UKhouse: England and Wales House Price Growth Data Categorised by Regions

Description

A data.frame containing the quarterly (mean) house prices of four different types of properties, (detached, semi-detached, terraced and flats/maisonettes) for 331 local planning authorities (LPA) over the period 1996Q1 to 2021Q2. See also Lin and Shin (2023).

Usage

UKhouse

Arguments

Format

## `UKhouse`

Details

Each LPA belongs to one of the ten regions: North East (NE), North West (NW), Yorkshire and the Humber (YH), East Midlands (EM), West Midlands(WM), East of England (EE), London (LD), South East (SE), South West (SW) and Wales (WA).

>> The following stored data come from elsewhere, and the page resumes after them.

import { mkdtemp, rm } from 'node:fs/promises';
import os from 'node:os';
import path from 'node:path';
import sharp from 'sharp';
import { afterAll, beforeAll, describe, expect, it } from 'vitest';
import type { Actor } from '../../src/domain/access/permissions';
import { openGaps } from '../../src/domain/commissioning/steps';
import { asActor } from '../../src/server/db/transaction';
import { lettersReceived, startLocalPost, type LocalPost } from '../../src/server/mail/local-post';
import { mailTransport, sendDue } from '../../src/server/mail/send-outbox';
import { paperOf } from '../../src/server/queries/handover';
import { acceptGap } from '../../src/server/services/accept-gap';
import { siteAndItsSteps, sitesAndTheirSteps } from '../../src/server/services/commissioning';
import { handoverPage } from '../../src/server/services/handover-page';
import { makeHandover } from '../../src/server/services/make-handover';
import { testDatabase, type TestDatabase } from '../support/database';
import { testFleet, type TestFleet } from '../support/fleet';
import { pdfPages } from '../support/pdf';
import { failure } from '../support/refusal';

const HALL = 'Old Tannery Market Hall';
const CLINIC = 'Weirside Clinic';
const AT = new Date('2026-12-01T12:00:00Z');
let db: TestDatabase;
let fleet: TestFleet;
let manager: Actor;
let technician: Actor;
let customer: Actor;
let stranger: Actor;
let folder: string;

beforeAll(async () => {
  db = await testDatabase();
  fleet = await testFleet(db, [HALL, CLINIC, 'Netloft Terrace'], AT.getTime() / 1000);
  manager = await fleet.actor('manager@lowfield.example');
  technician = await fleet.actor('technician@lowfield.example');
  customer = await fleet.actor('customer@lowfield.example');
  stranger = await fleet.actor('manager@harbourline.example');
  folder = await mkdtemp(path.join(os.tmpdir(), 'wakeline-handover-'));
});
afterAll(async () => {
  await db.drop();
  await rm(folder, { recursive: true, force: true });
});

const ref = (site: string) => fleet.site(site).ref;
const steps = (actor: Actor, site: string) => asActor(actor, (tx) => siteAndItsSteps(tx, ref(site)));
const gapsOf = async (site: string) => openGaps((await steps(manager, site)).steps);
const accept = (actor: Actor, site: string, gap: string, reason = 'Reached by crane in spring.') =>
  asActor(actor, (tx) => acceptGap(tx, actor, ref(site), { gap, reason }, '127.0.0.1'));
const make = (actor: Actor, site: string, body = { remark: '', tellCustomers: true }, at = AT) =>
  asActor(actor, (tx) => makeHandover(tx, actor, ref(site), body, at, '127.0.0.1'));
async function acceptAll(site: string): Promise<void> {
  for (const gap of await gapsOf(site)) await accept(manager, site, gap.key);
}

describe('the steps of a site', () => {
  it('name what blocks, from the records', async () => {
    const site = await steps(technician, HALL);
    expect(site.steps.map((s) => s.key)).toEqual([
      'as_built',
      'install_checks',
      'meter_readings',
      'roll_call',
      'shutdown_test',
      'handover',
    ]);
    const keys = openGaps(site.steps).map((g) => g.key);
    expect(keys).toContain('install_checks/unsigned:A1');
    expect(keys).toContain('shutdown_test/untested:Whole roof');
  });

  it('change with what is recorded', async () => {
    const { id } = fleet.site(HALL);
    const string = fleet.site(HALL).strings.get('A1');
    await db.owner.query(
      `insert into meter_reading (site_id, string_id, person_id, at, stage, reading_kind, light, voltage, findings)
       values ($1, $2, $3, $4, 'before_energising', 'positive_to_negative', 'bright', 540, '{"outcome": "as_expected", "headline": "All pass", "expectedV": 541, "expectedLowV": 520, "expectedHighV": 560}')`,
      [id, string?.id, technician.personId, AT],
    );
    await db.owner.query(
      `insert into install_check (site_id, string_id, check_name, result, person_id, at)
       values ($1, $2, 'strain_relief', 'fail', $3, $4)`,
      [id, string?.id, technician.personId, AT],
    );
    const keys = (await gapsOf(HALL)).map((g) => g.key);
    expect(keys).not.toContain('meter_readings/unread:A1');
    expect(keys).toContain('install_checks/failed:A1');
    expect((await steps(manager, HALL)).lastHand?.person).toBeTruthy();
  });

  it('are another organisation’s business only', async () => {
    expect((await failure(steps(stranger, HALL))).kind).toBe('not_found');
    const seen = await asActor(stranger, (tx) => sitesAndTheirSteps(tx));
    expect(seen.map((s) => s.name)).not.toContain(HALL);
  });
});

describe('a gap', () => {
  it('is accepted once, by name and with its reason on record', async () => {
    await accept(manager, HALL, 'install_checks/unsigned:A2', 'The lift was out of order.');
    const gaps = (await steps(manager, HALL)).steps.flatMap((s) => s.gaps);
    expect(gaps.find((g) => g.key === 'install_checks/unsigned:A2')?.accepted).toBe(true);
    expect((await failure(accept(manager, HALL, 'install_checks/unsigned:A2'))).kind).toBe('conflict');
    const { rows } = await db.owner.query(
      `select reason, after from audit_entry where action = 'commissioning.gap_accepted'`,
    );
    expect(rows).toEqual([
      expect.objectContaining({
        reason: 'The lift was out of order.',
        after: { gap: 'install_checks/unsigned:A2', words: 'A2 is not signed off.' },
      }),
    ]);
  });

  it('that is none can’t be accepted', async () => {
    expect((await failure(accept(manager, HALL, 'install_checks/unsigned:Z9'))).kind).toBe('conflict');
    expect((await failure(accept(stranger, HALL, 'install_checks/unsigned:A3'))).kind).toBe('not_found');
  });
});

describe('a handover', () => {
  it('names what blocks it, and makes nothing', async () => {
    const refused = await failure(make(technician, HALL));
    expect(refused.kind).toBe('conflict');
    expect(refused.detail.fields?.length).toBeGreaterThan(3);
    expect((await asActor(manager, (tx) => handoverPage(tx, ref(HALL), AT))).packs).toEqual([]);
  });

  it('keeps its papers, lets the site operate and writes to the customers', async () => {
    await acceptAll(HALL);
    await db.owner.query('insert into site_access (person_id, site_id) values ($1, $2)', [
      customer.personId,
      fleet.site(HALL).id,
    ]);
    const photo = await sharp({
      create: { width: 320, height: 240, channels: 3, background: '#3a6f7a' },
    })
      .webp()
      .toBuffer();
    const string = fleet.site(HALL).strings.get('A1');
    await db.owner.query(
      `with a as (
         insert into attachment (organisation_id, site_id, string_id, subject, name, media_type, byte_size, sha256, person_id, at, note)
         values ($1, $2, $3, 'install_check', 'p.webp', 'image/webp', $4, '\\x00', $5, $6, 'Connector pair at A1-3') returning id)
       insert into attachment_data (attachment_id, variant, media_type, data) select id, 'thumbnail', 'image/webp', $7 from a`,
      [manager.organisationId, fleet.site(HALL).id, string?.id, photo.length, technician.personId, AT, photo],
    );
    const pack = await make(technician, HALL, { remark: 'First season', tellCustomers: true });
    expect(pack).toMatchObject({ version: 1, remark: 'First season' });
    expect(pack.fingerprint).toMatch(/^[0-9a-f]{64}$/);
    const { rows } = await db.owner.query(
      'select stage, switched_on_on::text as day from site where id = $1',
      [fleet.site(HALL).id],
    );
    expect(rows[0]).toMatchObject({ stage: 'operating' });
    const { rows: waiting } = await db.owner.query('select to_address, subject, text_body from message');
    expect(waiting).toEqual([
      expect.objectContaining({
        to_address: 'customer@lowfield.example',
        subject: `${HALL}: your papers are ready`,
        text_body: expect.stringContaining(`/my-site/${ref(HALL)}`) as string,
      }),
    ]);
    expect((await steps(manager, HALL)).steps.at(-1)?.state).toBe('done');
  });

  it('says on paper what was recorded', async () => {
    const { packs } = await asActor(manager, (tx) => handoverPage(tx, ref(HALL), AT));
    const pdf = await asActor(manager, (tx) => paperOf(tx, packs[0]?.ref ?? '', 'pdf'));
    // words are set one by one: blanks between them are the reader's
    const pages = (await pdfPages(pdf?.bytes ?? new Uint8Array())).map((page) => page.replace(/\s+/g, ' '));
    const text = pages.join(' ');
    const serial = [...fleet.site(HALL).units.keys()][0] ?? 'none';
    for (const words of [
      HALL,
      'Handover pack',
      'Single-line description',
      serial,
      'Shutdown is not isolation',
      'Strain relief',
      'The lift was out of order.',
      'Connector pair at A1-3',
      '540',
      packs[0]?.fingerprint ?? 'none',
      `Page 1 of ${pages.length}`,
    ])
      expect(text).toContain(words);
    expect(pages.length).toBeGreaterThan(8);
  });

  it('is fingerprinted over its data: the same data, the same fingerprint; other data, another', async () => {
    const again = await make(manager, HALL, { remark: 'no change', tellCustomers: false });
    const { packs } = await asActor(manager, (tx) => handoverPage(tx, ref(HALL), AT));
    expect(again.version).toBe(2);
    // the accepted gaps and stage are in the data: the stage is not, so nothing that the papers say has changed
    const first = packs.find((p) => p.version === 1);
    await db.owner.query(`update site set contact_name = 'Somebody Else' where id = $1`, [
      fleet.site(HALL).id,
    ]);
    const changed = await make(manager, HALL, { remark: '', tellCustomers: false });
    expect(changed.fingerprint).not.toBe(again.fingerprint);
    expect(first?.version).toBe(1);
  });

  it('can’t be changed by the web’s account, nor read by strangers', async () => {
    const { packs } = await asActor(manager, (tx) => handoverPage(tx, ref(HALL), AT));
    const one = packs[0]?.ref ?? '';
    const owner = await fleet.actor('customer@lowfield.example'); // who sees the site by now
    expect(await asActor(owner, (tx) => paperOf(tx, one, 'csv'))).toBeDefined();
    expect(await asActor(stranger, (tx) => paperOf(tx, one, 'pdf'))).toBeUndefined();
    await expect(
      asActor(manager, (tx) => tx('handover_pack').update({ remark: 'other' })),
    ).rejects.toMatchObject({ code: '42501' });
  });
});

describe('the outbox', () => {
  let post: LocalPost | undefined;
  // letters are due from the moment they are written, by the database's clock
  const due = new Date(Date.now() + 3_600_000);

  it('waits while the mail server is away, and tries again later', async () => {
    const closed = mailTransport('smtp://127.0.0.1:9');
    const outcome = await sendDue(() => due, closed, 'Wakeline <w@lowfield.example>');
    expect(outcome).toEqual({ sent: 0, failed: 1 });
    expect(await sendDue(() => due, closed, 'w@lowfield.example')).toEqual({ sent: 0, failed: 0 }); // not due yet
    const { rows } = await db.owner.query('select attempts, sent_at, last_error, not_before from message');
    expect(rows[0]).toMatchObject({
      attempts: 1,
      sent_at: null,
      not_before: new Date(due.getTime() + 60_000),
    });
    expect(rows[0].last_error).toContain('ECONNREFUSED');
  });

  it('sends each letter once, however often it runs', async () => {
    post = await startLocalPost(folder);
    const transport = mailTransport(`smtp://127.0.0.1:${post.port}`);
    const later = () => new Date(due.getTime() + 61_000);
    const both = await Promise.all([
      sendDue(later, transport, 'Wakeline <w@lowfield.example>'),
      sendDue(later, transport, 'Wakeline <w@lowfield.example>'),
    ]);
    expect(both.reduce((n, o) => n + o.sent, 0)).toBe(1);
    const received = await lettersReceived(folder);
    expect(received).toHaveLength(1);
    expect(received[0]).toMatchObject({
      to: 'customer@lowfield.example',
      subject: `${HALL}: your papers are ready`,
    });
    expect(received[0]?.text).toContain('has been handed over');
    expect(received[0]?.html).toContain('See your site and its papers');
    await post.stop();
  });

  it('gives up what the server refuses for good', async () => {
    await db.owner.query(
      `insert into message (organisation_id, kind, event_key, to_address, subject, text_body, html_body)
       values ($1, 'handover', 'refused', 'nobody@lowfield.example', 's', 't', 'h')`,
      [manager.organisationId],
    );
    const refusing = {
      sendMail: () =>
        Promise.reject(
          Object.assign(new Error('550 no such mailbox'), { responseCode: 550, command: 'RCPT TO' }),
        ),
    };
    const outcome = await sendDue(() => new Date(), refusing, 'w@lowfield.example');
    expect(outcome).toEqual({ sent: 0, failed: 1 });
    const { rows } = await db.owner.query(`select given_up_at from message where event_key = 'refused'`);
    expect(rows[0].given_up_at).not.toBeNull();
  });
});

The real house price growth of the \(j\)-th LPA-type pair in region \(i\) by deflating the nominal house price by CPI and log-differencing it as $$\pi_{ijt}=100\times \log\left(\frac{PRICE_{ijt}}{CPI_{t}}\right)-100 \times \log\left(\frac{PRICE_{ij,t-1}}{CPI_{t-1}}\right).$$ By removing the series with missing observations, it ends up with a balanced panel with \(R = 10\), \(N =\sum_{i=1}^{R} N_{i} = 1300\) and \(T = 102\).

Columns in the dataset:

  • "Date" Time variable.

  • "Region" Name of region which the LPA belongs to.

  • "LPA" Name of the LPA.

  • "Type" Name of the house type.

  • "LPA_Type" Name of the LPA-type pair.

References

Lin, R. and Shin, Y., 2022. Generalised Canonical Correlation Estimation of the Multilevel Factor Model. Available at SSRN 4295429.